Would you repeat every line below exactly, please?
Start of Block
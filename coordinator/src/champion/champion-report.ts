import type { NodeAnalysis } from '@netbreeder/shared-types';
import type { ChampionSummaryDocument } from './champion-files.js';
import { inheritanceMarkdown } from './inheritance-summary.js';
import { championTrustMarkdown } from './champion-trust.js';
import { howToUseLines } from './how-to-use.js';
import { describeOnnxLatency } from './onnx-file.js';
import { choiceParagraph, choiceTable, ensembleLines, foundLines, referenceLines } from './report-choice-sections.js';
import { fourDigits } from './regression-scores.js';
import { describeSearchMethod } from '../search/rung-epochs.js';

const pct = (v: number | null | undefined) => (v == null ? 'n/a' : `${(v * 100).toFixed(2)}%`);

/** The score rows of a regression champion: errors in the target's units beside the predict-the-mean baseline. */
function regressionRows(c: ChampionSummaryDocument): string[] {
  const t = c.test.regression!;
  const unit = c.target ? ` (${c.target.column})` : '';
  return [
    `| held-out test RMSE${unit} | ${fourDigits(t.rmse)} on ${c.test.samples} rows never seen in search or training |`,
    `| always predicting the training mean (test RMSE) | ${fourDigits(t.baselineRmse)}: the baseline any regressor must beat |`,
    `| held-out test MAE / R² | ${fourDigits(t.mae)} / ${t.r2.toFixed(3)} |`,
    `| reference network (test RMSE) | ${c.reference.referenceTestRmse == null ? 'n/a' : fourDigits(c.reference.referenceTestRmse)} |`,
    `| validation RMSE (during search) | ${c.validation.regression ? fourDigits(c.validation.regression.rmse) : 'n/a'} |`,
  ];
}

/** A short Markdown report of a champion: what it is, how well it does, how it was found. */
/** Precision, recall and F1 per class on the test split, as a Markdown table (the HTML report renders the same lines). */
export function perClassLines(c: ChampionSummaryDocument): string[] {
  const three = (v: number | null) => (v === null ? 'n/a' : v.toFixed(3));
  return [
    '## Test split: per class',
    '',
    'Precision: of the samples predicted as the class, the share that are; recall: of the samples of the class, the share found; F1: their harmonic mean. n/a where nothing was predicted as the class or it has no test sample.',
    '',
    '| class | precision | recall | F1 | test samples |',
    '|---|---|---|---|---|',
    ...c.test.perClass.map((f, i) => `| ${c.settings.dataset.classNames[i]} | ${three(f.precision)} | ${three(f.recall)} | ${three(f.f1)} | ${f.support} |`),
    '',
  ];
}

export function championReport(c: ChampionSummaryDocument, layers: NodeAnalysis[]): string {
  const regression = c.test.regression !== null;
  const lines = [
    `# Champion of run ${c.runName} (${c.runId})`,
    '',
    `**${c.summary}**`,
    '',
    `${c.reference.line.charAt(0).toUpperCase()}${c.reference.line.slice(1)}.`,
    '',
    `| measure | value |`,
    `|---|---|`,
    ...(regression
      ? regressionRows(c)
      : [
          `| held-out test accuracy | ${pct(c.test.accuracy)} on ${c.test.samples} samples never seen in search or training |`,
          ...(c.test.majorityClass ? [`| always predicting the most common class ("${c.test.majorityClass.className}", counted on the ${c.test.majorityClass.countedOn}) | ${pct(c.test.majorityClass.accuracy)} on the same test samples |`] : []),
          ...(c.test.macroF1 === null ? [] : [`| macro F1 (test, mean over classes) | ${c.test.macroF1.toFixed(3)} |`]),
          `| reference network (test) | ${c.reference.referenceTestAccuracy === null ? 'n/a' : pct(c.reference.referenceTestAccuracy)} |`,
          `| validation accuracy (during search) | ${pct(c.validation.accuracy)} |`,
        ]),
    `| parameters | ${c.paramCount.toLocaleString('en-US')} |`,
    `| forward FLOPs per sample | ${c.flops.toLocaleString('en-US')} |`,
    `| CPU latency per sample | ${c.latency.msPerSample == null ? 'n/a' : `${c.latency.msPerSample.toFixed(2)} ms (one sample alone, median, ${c.latency.backend} backend on the coordinator)`} |`,
    `| ONNX Runtime latency (model.onnx) | ${describeOnnxLatency(c.latency.onnxRuntime)} |`,
    `| final training | ${c.finalTraining.epochs} epochs on ${c.finalTraining.data}, ${c.finalTraining.seconds.toFixed(1)} s on ${c.finalTraining.backend} (${c.finalTraining.workerId}) |`,
    `| genome hash | \`${c.genomeHash}\` |`,
    '',
    '## Layers',
    '',
    '| node | kind | output shape | parameters | FLOPs |',
    '|---|---|---|---|---|',
    ...layers.map((n) => `| ${n.id} | ${n.kind} | ${n.outputShape.join('×')} | ${n.params} | ${n.flops} |`),
    '',
    ...(regression
      ? []
      : [
          '## Test split: confusion matrix',
          '',
          'Rows are the true class, columns the predicted class.',
          '',
          `| true \\ predicted | ${c.settings.dataset.classNames.join(' | ')} |`,
          `|---|${c.settings.dataset.classNames.map(() => '---').join('|')}|`,
          ...c.test.confusion.map((row, i) => `| ${c.settings.dataset.classNames[i]} | ${row.join(' | ')} |`),
          '',
          ...perClassLines(c),
        ]),
    '## Final training curve',
    '',
    ...(regression
      ? ['| epoch | train loss (mean squared error, standardised target) |', '|---|---|', ...c.trainingCurve.map((h) => `| ${h.epoch} | ${h.trainLoss.toFixed(4)} |`)]
      : ['| epoch | train loss | train accuracy |', '|---|---|---|', ...c.trainingCurve.map((h) => `| ${h.epoch} | ${h.trainLoss.toFixed(4)} | ${pct(h.trainAccuracy)} |`)]),
    '',
    '## Feeding the model',
    '',
    `Input shape [${c.settings.dataset.inputShape.join(', ')}] (after the batch axis); ${c.input}.`,
    c.target
      ? `Output: one number, the standardised ${c.target.column}; multiply it by ${fourDigits(c.target.std)} and add ${fourDigits(c.target.mean)} to read it in ${c.target.column}'s units.`
      : `Output: ${c.settings.dataset.numClasses} softmax probabilities, in the class order ${c.settings.dataset.classNames.map((n) => `\`${n}\``).join(', ')}.`,
    '',
    ...howToUseLines(c.ensemble !== null, c.target !== null),
    '## Training genes',
    '',
    ...Object.entries(c.genome.training).map(([k, v]) => `- ${k}: ${v}`),
    '',
    '## How it was chosen',
    '',
    choiceParagraph(c),
    '',
    ...choiceTable(c),
    '',
    ...referenceLines(c),
    '## How it was found',
    '',
    ...foundLines(c),
    '',
    ...inheritanceMarkdown(c.inheritance),
    ...championTrustMarkdown(c.trust),
    ...ensembleLines(c),
    '## Reproduce',
    '',
    `Search algorithm ${describeSearchMethod(c.settings.config.search)}, population ${c.settings.config.search.populationSize}, sample ${c.settings.config.search.sampleSize}, seed ${c.settings.seed}; dataset shard \`${c.settings.dataset.sha256}\`. The full run configuration is in champion.json.`,
    '',
    `Files: \`model.json\` + \`weights.bin\` (TensorFlow.js layers model; load as "How to use it" shows), \`model.onnx\` (the same network as an ONNX graph, opset ${c.onnx.opset}: ${c.onnx.description}), \`preprocessing.json\`, \`genome.json\`, \`champion.json\`.`,
    '',
  ];
  return lines.join('\n');
}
End of Block
EXPECTED OUTPUT
filename coordinator/src/champion/champion-report.ts
import type { NodeAnalysis } from '@netbreeder/shared-types';
import type { ChampionSummaryDocument } from './champion-files.js';
import { inheritanceMarkdown } from './inheritance-summary.js';
import { championTrustMarkdown } from './champion-trust.js';
import { howToUseLines } from './how-to-use.js';
import { describeOnnxLatency } from './onnx-file.js';
import { choiceParagraph, choiceTable, ensembleLines, foundLines, referenceLines } from './report-choice-sections.js';
import { fourDigits } from './regression-scores.js';
import { describeSearchMethod } from '../search/rung-epochs.js';

const pct = (v: number | null | undefined) => (v == null ? 'n/a' : `${(v * 100).toFixed(2)}%`);

/** The score rows of a regression champion: errors in the target's units beside the predict-the-mean baseline. */
function regressionRows(c: ChampionSummaryDocument): string[] {
  const t = c.test.regression!;
  const unit = c.target ? ` (${c.target.column})` : '';
  return [
    `| held-out test RMSE${unit} | ${fourDigits(t.rmse)} on ${c.test.samples} rows never seen in search or training |`,
    `| always predicting the training mean (test RMSE) | ${fourDigits(t.baselineRmse)}: the baseline any regressor must beat |`,
    `| held-out test MAE / R² | ${fourDigits(t.mae)} / ${t.r2.toFixed(3)} |`,
    `| reference network (test RMSE) | ${c.reference.referenceTestRmse == null ? 'n/a' : fourDigits(c.reference.referenceTestRmse)} |`,
    `| validation RMSE (during search) | ${c.validation.regression ? fourDigits(c.validation.regression.rmse) : 'n/a'} |`,
  ];
}

/** A short Markdown report of a champion: what it is, how well it does, how it was found. */
/** Precision, recall and F1 per class on the test split, as a Markdown table (the HTML report renders the same lines). */
export function perClassLines(c: ChampionSummaryDocument): string[] {
  const three = (v: number | null) => (v === null ? 'n/a' : v.toFixed(3));
  return [
    '## Test split: per class',
    '',
    'Precision: of the samples predicted as the class, the share that are; recall: of the samples of the class, the share found; F1: their harmonic mean. n/a where nothing was predicted as the class or it has no test sample.',
    '',
    '| class | precision | recall | F1 | test samples |',
    '|---|---|---|---|---|',
    ...c.test.perClass.map((f, i) => `| ${c.settings.dataset.classNames[i]} | ${three(f.precision)} | ${three(f.recall)} | ${three(f.f1)} | ${f.support} |`),
    '',
  ];
}

export function championReport(c: ChampionSummaryDocument, layers: NodeAnalysis[]): string {
  const regression = c.test.regression !== null;
  const lines = [
    `# Champion of run ${c.runName} (${c.runId})`,
    '',
    `**${c.summary}**`,
    '',
    `${c.reference.line.charAt(0).toUpperCase()}${c.reference.line.slice(1)}.`,
    '',
    `| measure | value |`,
    `|---|---|`,
    ...(regression
      ? regressionRows(c)
      : [
          `| held-out test accuracy | ${pct(c.test.accuracy)} on ${c.test.samples} samples never seen in search or training |`,
          ...(c.test.majorityClass ? [`| always predicting the most common class ("${c.test.majorityClass.className}", counted on the ${c.test.majorityClass.countedOn}) | ${pct(c.test.majorityClass.accuracy)} on the same test samples |`] : []),
          ...(c.test.macroF1 === null ? [] : [`| macro F1 (test, mean over classes) | ${c.test.macroF1.toFixed(3)} |`]),
          `| reference network (test) | ${c.reference.referenceTestAccuracy === null ? 'n/a' : pct(c.reference.referenceTestAccuracy)} |`,
          `| validation accuracy (during search) | ${pct(c.validation.accuracy)} |`,
        ]),
    `| parameters | ${c.paramCount.toLocaleString('en-US')} |`,
    `| forward FLOPs per sample | ${c.flops.toLocaleString('en-US')} |`,
    `| CPU latency per sample | ${c.latency.msPerSample == null ? 'n/a' : `${c.latency.msPerSample.toFixed(2)} ms (one sample alone, median, ${c.latency.backend} backend on the coordinator)`} |`,
    `| ONNX Runtime latency (model.onnx) | ${describeOnnxLatency(c.latency.onnxRuntime)} |`,
    `| final training | ${c.finalTraining.epochs} epochs on ${c.finalTraining.data}, ${c.finalTraining.seconds.toFixed(1)} s on ${c.finalTraining.backend} (${c.finalTraining.workerId}) |`,
    `| genome hash | \`${c.genomeHash}\` |`,
    '',
    '## Layers',
    '',
    '| node | kind | output shape | parameters | FLOPs |',
    '|---|---|---|---|---|',
    ...layers.map((n) => `| ${n.id} | ${n.kind} | ${n.outputShape.join('×')} | ${n.params} | ${n.flops} |`),
    '',
    ...(regression
      ? []
      : [
          '## Test split: confusion matrix',
          '',
          'Rows are the true class, columns the predicted class.',
          '',
          `| true \\ predicted | ${c.settings.dataset.classNames.join(' | ')} |`,
          `|---|${c.settings.dataset.classNames.map(() => '---').join('|')}|`,
          ...c.test.confusion.map((row, i) => `| ${c.settings.dataset.classNames[i]} | ${row.join(' | ')} |`),
          '',
          ...perClassLines(c),
        ]),
    '## Final training curve',
    '',
    ...(regression
      ? ['| epoch | train loss (mean squared error, standardised target) |', '|---|---|', ...c.trainingCurve.map((h) => `| ${h.epoch} | ${h.trainLoss.toFixed(4)} |`)]
      : ['| epoch | train loss | train accuracy |', '|---|---|---|', ...c.trainingCurve.map((h) => `| ${h.epoch} | ${h.trainLoss.toFixed(4)} | ${pct(h.trainAccuracy)} |`)]),
    '',
    '## Feeding the model',
    '',
    `Input shape [${c.settings.dataset.inputShape.join(', ')}] (after the batch axis); ${c.input}.`,
    c.target
      ? `Output: one number, the standardised ${c.target.column}; multiply it by ${fourDigits(c.target.std)} and add ${fourDigits(c.target.mean)} to read it in ${c.target.column}'s units.`
      : `Output: ${c.settings.dataset.numClasses} softmax probabilities, in the class order ${c.settings.dataset.classNames.map((n) => `\`${n}\``).join(', ')}.`,
    '',
    ...howToUseLines(c.ensemble !== null, c.target !== null),
    '## Training genes',
    '',
    ...Object.entries(c.genome.training).map(([k, v]) => `- ${k}: ${v}`),
    '',
    '## How it was chosen',
    '',
    choiceParagraph(c),
    '',
    ...choiceTable(c),
    '',
    ...referenceLines(c),
    '## How it was found',
    '',
    ...foundLines(c),
    '',
    ...inheritanceMarkdown(c.inheritance),
    ...championTrustMarkdown(c.trust),
    ...ensembleLines(c),
    '## Reproduce',
    '',
    `Search algorithm ${describeSearchMethod(c.settings.config.search)}, population ${c.settings.config.search.populationSize}, sample ${c.settings.config.search.sampleSize}, seed ${c.settings.seed}; dataset shard \`${c.settings.dataset.sha256}\`. The full run configuration is in champion.json.`,
    '',
    `Files: \`model.json\` + \`weights.bin\` (TensorFlow.js layers model; load as "How to use it" shows), \`model.onnx\` (the same network as an ONNX graph, opset ${c.onnx.opset}: ${c.onnx.description}), \`preprocessing.json\`, \`genome.json\`, \`champion.json\`.`,
    '',
  ];
  return lines.join('\n');
}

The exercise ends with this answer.